Amid all the noise, a single word is emerging to define this general election: disinformation.

Britain’s serious commentators have been fretting for years about fake news and “info wars”, fuelled by internet outrage.

This threat used to be largely seen as something that happened abroad. Or at least came from overseas. In the last few weeks politics-watchers are getting more nervous about the UK. So what happens after the vote?

The Scotsman

It is not just news that is fake. Laura Waddell put the spotlight on tactical voting sites designed to mislead.

“By now it’s no surprise that even MPs fall for this stuff, promoting junk sites and apps to their wider audience,” she wrote, “like Mike Gapes unhelpfully punting a site that recommended voting for Mike Gapes, no matter one’s constituency. “

Ms Waddell was unimpressed by faked accounts casting doubt on accurate reports that a child had to sleep on the floor of a Yorkshire hospital. She slated the BBC for failing to challenge fake news. And for letting Boris Johnson off the hook for evading interviewer Andrew Neil.

She summed up: “What was to stop the BBC recording all candidates before any were broadcast, in possession of the foreknowledge Johnson has evaded debate in the past? More than ever, robust editorial standards are needed to combat misinformation, derision of experts, and far-right figures who know how to crystallise their hardline bases via a mainstream media who weakly insist they can be debated away. We switch on the TV to a hall of mirrors.

“This has been the election of darkness, anonymous sources, and dissolution of meaning.

“The problems the UK faces as an institution fundamentally warped by insidious power and money are deeply ingrained.”

The Times

All that outrage is making us sick. That, at least, is the warning from Jenni Russell.

The columnist wrote: “You’re feeling anxious about politics, the election and the future of the United Kingdom then I’m afraid I have bad news for you. It’s not only making you miserable, it may also shorten your life.

Ms Russell was taking about the endless rancour of internet-era politics.

“This perpetual state of jittery alertness has direct consequences on every cell in our body,” she explained. “Chronic stress shortens our telomeres, the protective casing on our DNA.

“Intuitively we all understand this and how poisoned and depressed politics is making us feel.
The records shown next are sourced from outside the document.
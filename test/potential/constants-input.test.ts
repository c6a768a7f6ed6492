import { describe, expect, it } from 'vitest';
import { dunhamFromConstants, printedDigitsUncertainty } from '../../src/potential/constants-input.js';
import { potentialCurves } from '../../src/potential/potential-curve.js';
import { parseSpecies } from '../../src/species/parse.js';
import { reducedMass } from '../../src/species/reduced-mass.js';
import { seededRandom } from '../helpers/random.js';

describe('customary constants as Dunham coefficients', () => {
  it('flips the signs of ω_e x_e and α_e (Y20 = −ω_e x_e, Y11 = −α_e; SCIENCE.md §1) and their covariances', () => {
    const d = dunhamFromConstants({
      values: {
        omega_e: { value: 2000 },
        omega_e_x_e: { value: 10 },
        B_e: { value: 2 },
        alpha_e: { value: 0.02 },
        D_e: { value: 6e-6 },
      },
      covariance: {
        names: ['omega_e', 'omega_e_x_e', 'D_e'],
        matrix: [
          [4e-4, 1e-4, 0],
          [1e-4, 1e-4, 0],
          [0, 0, 1e-14],
        ],
      },
    });
    expect(d.coefficients).toEqual([
      { k: 1, l: 0, value: 2000 },
      { k: 2, l: 0, value: -10 },
      { k: 0, l: 1, value: 2 },
      { k: 1, l: 1, value: -0.02 },
    ]);
    const p = d.coefficients.length;
    expect(d.covariance[0]).toBe(4e-4);
    expect(d.covariance[1]).toBe(-1e-4);
    expect(d.covariance[p]).toBe(-1e-4);
    expect(d.covariance[p + 1]).toBe(1e-4);
    expect(d.covariance[2 * p + 2]).toBe(0);
  });
  it('refuses an asymmetric covariance and one naming constants not given', () => {
    const values = { omega_e: { value: 2000 }, B_e: { value: 2 } };
    expect(() =>
      dunhamFromConstants({
        values,
        covariance: {
          names: ['omega_e', 'B_e'],
          matrix: [
            [1, 0.5],
            [0, 1],
          ],
        },
      }),
    ).toThrow(/symmetric/);
    expect(() => dunhamFromConstants({ values, covariance: { names: ['alpha_e'], matrix: [[1]] } })).toThrow(
      /not given/,
    );
  });
});

describe('uncertainty implied by printed digits (library constants have no stated uncertainty)', () => {
  // GUM (JCGM 100:2008) F.2.2.1: a value known to a resolution δ has u = δ/√12 (uniform over ±δ/2).
  it.each([
    [2990.9463, 1e-4],
    [10.593416, 1e-6],
    [1.93128087, 1e-8],
    [-0.0122, 1e-4],
    [13.28831, 1e-5],
    [2170, 10], // a printed trailing zero cannot be seen: the conservative resolution
  ])('%f carries δ = %f, u = δ/√12', (value, delta) => {
    expect(printedDigitsUncertainty(value) / (delta / Math.sqrt(12)) - 1).toBeCloseTo(0, 12);
  });

  it('propagated to the turning points, it matches a Monte Carlo of uniform rounding errors (400 draws, 15 %)', () => {
    // CO X ¹Σ⁺, Huber & Herzberg (1979), recalled (as potential-curve.test.ts), each at its printed digits.
    const printed = {
      omega_e: 2169.81358,
      omega_e_x_e: 13.28831,
      omega_e_y_e: 0.010511,
      B_e: 1.93128087,
      alpha_e: 0.01750441,
    };
    const mu = reducedMass(parseSpecies('CO'));
    const curves = (values: Record<string, number>, withUncertainty: boolean) => {
      const d = dunhamFromConstants({
        values: Object.fromEntries(
          Object.entries(values).map(([k, v]) => [
            k,
            { value: v, ...(withUncertainty ? { uncertainty: printedDigitsUncertainty(v) } : {}) },
          ]),
        ),
      });
      return potentialCurves({
        coefficients: d.coefficients,
        covariance: d.covariance,
        reducedMass: mu,
        vMax: 10,
        verify: false,
      });
    };
    const reported = curves(printed, true).levels;
    const rand = seededRandom(1701);
    const draws = 400;
    const sum = new Float64Array(22);
    const sq = new Float64Array(22);
    for (let t = 0; t < draws; t++) {
      const perturbed = Object.fromEntries(
        Object.entries(printed).map(([k, v]) => [k, v + (rand() - 0.5) * printedDigitsUncertainty(v) * Math.sqrt(12)]),
      );
      // Deviations from the unperturbed points (σ ~ 1e-8 Å on 1 Å: sums of squares of the values would cancel).
      curves(perturbed, false).levels.forEach((l, i) => {
        const dMin = l.rMin.value - (reported[i]?.rMin.value as number);
        const dMax = l.rMax.value - (reported[i]?.rMax.value as number);
        sum[2 * i] = (sum[2 * i] as number) + dMin;
        sq[2 * i] = (sq[2 * i] as number) + dMin ** 2;
        sum[2 * i + 1] = (sum[2 * i + 1] as number) + dMax;
        sq[2 * i + 1] = (sq[2 * i + 1] as number) + dMax ** 2;
      });
    }
    reported.forEach((l, i) => {
      for (const [k, q] of [
        [2 * i, l.rMin],
        [2 * i + 1, l.rMax],
      ] as const) {
        const mean = (sum[k] as number) / draws;
        const sd = Math.sqrt(Math.max(0, (sq[k] as number) / draws - mean * mean));
        expect(q.uncertainty).toBeGreaterThan(0);
        // The standard error of an SD from 400 draws is ≈ 3.5 %; 15 % is about 4 of them.
        expect(Math.abs(sd / q.uncertainty - 1)).toBeLessThan(0.15);
      }
    });
  });
});
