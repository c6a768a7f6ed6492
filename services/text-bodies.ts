import { ScienceError } from '../src/errors.js';
import { parseCsv } from '../src/spectra/csv.js';
import { parseJcamp } from '../src/spectra/jcamp.js';
import type { PositionUnit } from '../src/units.js';
import { PositionUnitSchema } from './schemas/fit.js';
import { queryTemperature } from './schemas/query.js';

/** Media types of spectra and line lists accepted besides JSON. */
export const JCAMP_TYPES = ['chemical/x-jcamp-dx', 'chemical/x-jcamp'] as const;
export const CSV_TYPES = ['text/csv'] as const;

/** Routes that take a JCAMP-DX or CSV body besides JSON (the others take JSON only; the batch routes NDJSON). */
export const TEXT_BODY_ROUTES: readonly string[] = ['/v1/fits', '/v1/checks', '/v1/reports', '/v1/peaks'];

/**
 * What to send instead, for a body of a media type the route does not take: the types it accepts, and for text
 * bodies where the species goes.
 */
export function acceptedBodiesAdvice(route: string | undefined, contentType: string | undefined): string {
  const sent = contentType
    ? `content-type "${contentType.split(';')[0]?.trim().slice(0, 80)}"`
    : 'a body without a content-type';
  const where = route ? ` on ${route}` : '';
  if (route !== undefined && TEXT_BODY_ROUTES.includes(route))
    return `${sent} is not accepted${where}; send application/json, or a file as text/csv or ${JCAMP_TYPES[0]} with the species in the query string (?species=CO)`;
  return `${sent} is not accepted${where}; send application/json`;
}

function xUnitOf(units: string): 'cm-1' | 'um' | 'nm' {
  const u = units.toUpperCase().replace(/\s/g, '');
  if (u === '1/CM' || u === 'CM-1' || u === 'CM^-1' || u === 'WAVENUMBERS') return 'cm-1';
  if (u === 'MICROMETERS' || u === 'UM' || u === 'MICRONS') return 'um';
  if (u === 'NANOMETERS' || u === 'NM') return 'nm';
  throw new ScienceError('UNIT_INVALID', `##XUNITS=${units} is not supported (1/CM, MICROMETERS or NANOMETERS)`, {
    xUnits: units,
  });
}

function yUnitOf(units: string): 'absorbance' | 'transmittance' {
  const u = units.toUpperCase();
  if (u.includes('TRANSMIT')) return 'transmittance';
  if (u.includes('ABSORB')) return 'absorbance';
  throw new ScienceError('UNIT_INVALID', `##YUNITS=${units} is not supported (ABSORBANCE or TRANSMITTANCE)`, {
    yUnits: units,
  });
}

/** `?unit=` of a CSV or JCAMP-DX body, in any spelling the JSON `unit` takes. */
function queryUnitOf(query: Record<string, unknown>): PositionUnit | undefined {
  if (query.unit === undefined || query.unit === '') return undefined;
  const u = PositionUnitSchema.safeParse(query.unit);
  if (!u.success)
    throw new ScienceError(
      'UNIT_INVALID',
      `unit=${String(query.unit).slice(0, 20)} is not one of cm-1, MHz, GHz, THz, um, nm`,
      {
        unit: String(query.unit).slice(0, 20),
      },
    );
  return u.data;
}

/** The unit the file names, else the query's; both, and different, is a contradiction to refuse. */
function agreedUnit<U extends string>(
  inFile: U | undefined,
  inQuery: PositionUnit | undefined,
  where: string,
): U | PositionUnit | undefined {
  if (inFile !== undefined && inQuery !== undefined && inFile !== inQuery)
    throw new ScienceError(
      'INPUT_INVALID',
      `${where} names the unit ${inFile}, the query unit=${inQuery}; send one or make them agree`,
      {
        fileUnit: inFile,
        queryUnit: inQuery,
      },
    );
  return inFile ?? inQuery;
}

/** A spectrum's x is a wavenumber or a vacuum wavelength; frequencies are for line lists. */
function spectrumUnit(u: PositionUnit | undefined): 'cm-1' | 'um' | 'nm' | undefined {
  if (u === undefined || u === 'cm-1' || u === 'um' || u === 'nm') return u;
  throw new ScienceError('UNIT_INVALID', `a spectrum's x is in cm-1, um or nm, not ${u}`, { unit: u });
}

/**
 * A JCAMP-DX or CSV body turned into the JSON body of the same endpoint: a spectrum or a line list, with the
 * species (and temperature) taken from the query string.
 */
export function textBodyToJson(
  contentType: string,
  text: string,
  query: Record<string, unknown>,
  limits: { readonly maxPoints: number; readonly maxLines: number } = { maxPoints: 5_000_000, maxLines: 100_000 },
): Record<string, unknown> {
  const extra: Record<string, unknown> = {};
  if (typeof query.species === 'string' && query.species !== '') extra.species = query.species;
  // A temperature out of its rule is left to the query's schema, which refuses it naming the query parameter.
  const temperature = typeof query.temperature === 'string' ? queryTemperature(query.temperature) : undefined;
  if (temperature !== undefined) extra.options = { temperature };
  const sample: Record<string, string> = {};
  for (const k of ['id', 'description', 'instrument', 'operator', 'measuredAt', 'notes']) {
    const v = query[`sample.${k}`];
    if (typeof v === 'string' && v !== '') sample[k] = v;
  }
  if (Object.keys(sample).length > 0) extra.sample = sample;
  const queryUnit = queryUnitOf(query);
  if ((JCAMP_TYPES as readonly string[]).some((t) => contentType.startsWith(t))) {
    const d = parseJcamp(text, { maxPoints: limits.maxPoints, maxPeaks: limits.maxLines });
    if (d.kind === 'peaks') {
      const xUnit = agreedUnit(xUnitOf(d.xUnits), queryUnit, "the file's ##XUNITS");
      return {
        ...extra,
        unit: xUnit,
        lines: d.peaks.map((p) => ({ position: p.x, ...(p.y !== undefined && p.y >= 0 ? { intensity: p.y } : {}) })),
      };
    }
    return {
      ...extra,
      spectrum: {
        x: Array.from(d.x),
        y: Array.from(d.y),
        xUnit: agreedUnit(xUnitOf(d.xUnits), queryUnit, "the file's ##XUNITS"),
        yUnit: yUnitOf(d.yUnits),
      },
    };
  }
  const c = parseCsv(text, { maxRows: limits.maxPoints, maxLines: limits.maxLines });
  if (c.kind === 'lines') {
    const unit = agreedUnit(c.unit, queryUnit, 'the CSV header');
    return { ...extra, ...(unit ? { unit } : {}), lines: c.lines.map((l) => ({ ...l })) };
  }
  const xUnit = spectrumUnit(agreedUnit(c.xUnit, queryUnit, 'the CSV header'));
  return {
    ...extra,
    spectrum: {
      x: Array.from(c.x),
      y: Array.from(c.y),
      ...(c.yUnit ? { yUnit: c.yUnit } : {}),
      ...(xUnit ? { xUnit } : {}),
    },
  };
}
It’s why Brexit is causing such anguish on both sides, either its imminence or its frustration. It’s why Johnson’s dubious promise that he can end this and get Brexit done has such huge appeal. We are desperate to escape this cloud.
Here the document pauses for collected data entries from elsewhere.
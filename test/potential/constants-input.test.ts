import { describe, expect, it } from 'vitest';
import { dunhamFromConstants, printedDigitsUncertainty } from '../../src/potential/constants-input.js';

describe('customary constants as Dunham coefficients', () => {
  it('flips the signs of ω_e x_e and α_e (Y20 = −ω_e x_e, Y11 = −α_e; SCIENCE.md §1) and their covariances', () => {
    const d = dunhamFromConstants({
      values: {
        omega_e: { value: 2000 },
        omega_e_x_e: { value: 10 },
        B_e: { value: 2 },
        alpha_e: { value: 0.02 },
        D_e: { value: 6e-6 },
      },
      covariance: {
        names: ['omega_e', 'omega_e_x_e', 'D_e'],
        matrix: [
          [4e-4, 1e-4, 0],
          [1e-4, 1e-4, 0],
          [0, 0, 1e-14],
        ],
      },
    });
    expect(d.coefficients).toEqual([
      { k: 1, l: 0, value: 2000 },
      { k: 2, l: 0, value: -10 },
      { k: 0, l: 1, value: 2 },
      { k: 1, l: 1, value: -0.02 },
    ]);
    const p = d.coefficients.length;
    expect(d.covariance[0]).toBe(4e-4);
    expect(d.covariance[1]).toBe(-1e-4);
    expect(d.covariance[p]).toBe(-1e-4);
    expect(d.covariance[p + 1]).toBe(1e-4);
    expect(d.covariance[2 * p + 2]).toBe(0);
  });
  it('refuses an asymmetric covariance and one naming constants not given', () => {
    const values = { omega_e: { value: 2000 }, B_e: { value: 2 } };
    expect(() =>
      dunhamFromConstants({
        values,
        covariance: {
          names: ['omega_e', 'B_e'],
          matrix: [
            [1, 0.5],
            [0, 1],
          ],
        },
      }),
    ).toThrow(/symmetric/);
    expect(() => dunhamFromConstants({ values, covariance: { names: ['alpha_e'], matrix: [[1]] } })).toThrow(
      /not given/,
    );
  });
});

describe('uncertainty implied by printed digits (library constants have no stated uncertainty)', () => {
  // GUM (JCGM 100:2008) F.2.2.1: a value known to a resolution δ has u = δ/√12 (uniform over ±δ/2).
  it.each([
    [2990.9463, 1e-4],
    [10.593416, 1e-6],
    [1.93128087, 1e-8],
    [-0.0122, 1e-4],
    [13.28831, 1e-5],
    [2170, 10], // a printed trailing zero cannot be seen: the conservative resolution
  ])('%f carries δ = %f, u = δ/√12', (value, delta) => {
    expect(printedDigitsUncertainty(value) / (delta / Math.sqrt(12)) - 1).toBeCloseTo(0, 12);
  });
});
“There is no resolution possible that satisfies us all. The divisions are real. Perhaps all we can do to protect ourselves from the agonising, ageing consequences of these angry times is to ratchet down our own miserable emotional attachment to the fight.”

The Guardian

Glenn R Simpson and Peter Fritsch are the journalists who have written a book about “Trump-Russia”.

They think Americans are avoiding a hard look at how Russian President Vladimir Putin is trying to game US politics to help the right.

And after the election, they think Britons are too. “The British political system has become thoroughly compromised by Russian influence,” they wrote. “It’s high time its institutions – including the media – woke up to that fact. In 2016, both the UK and the US were the targets of Russian efforts to swing their votes. The aim was to weaken the alliances that had constrained Mr Putin’s ambitions, such as the European Union and Nato.

“The efforts in both countries had much in common. They were aided by a transatlantic cast of characters loosely organised around the Trump and Brexit campaigns.”

America at least had an investigation, they observed. “In Britain, the official response has consisted largely of denial.

“Consumed by bitter divisions over Brexit and public spending, it took years longer than it should have for parliament to conduct an investigation of Russian penetration of British politics.

“Even now, the government has suppressed its findings until after the election – an unconscionable decision given the importance to the democratic system itself. “

They also criticised the media saying journalists had been “slow off the mark” on the story and “stymied by dwindling resources”.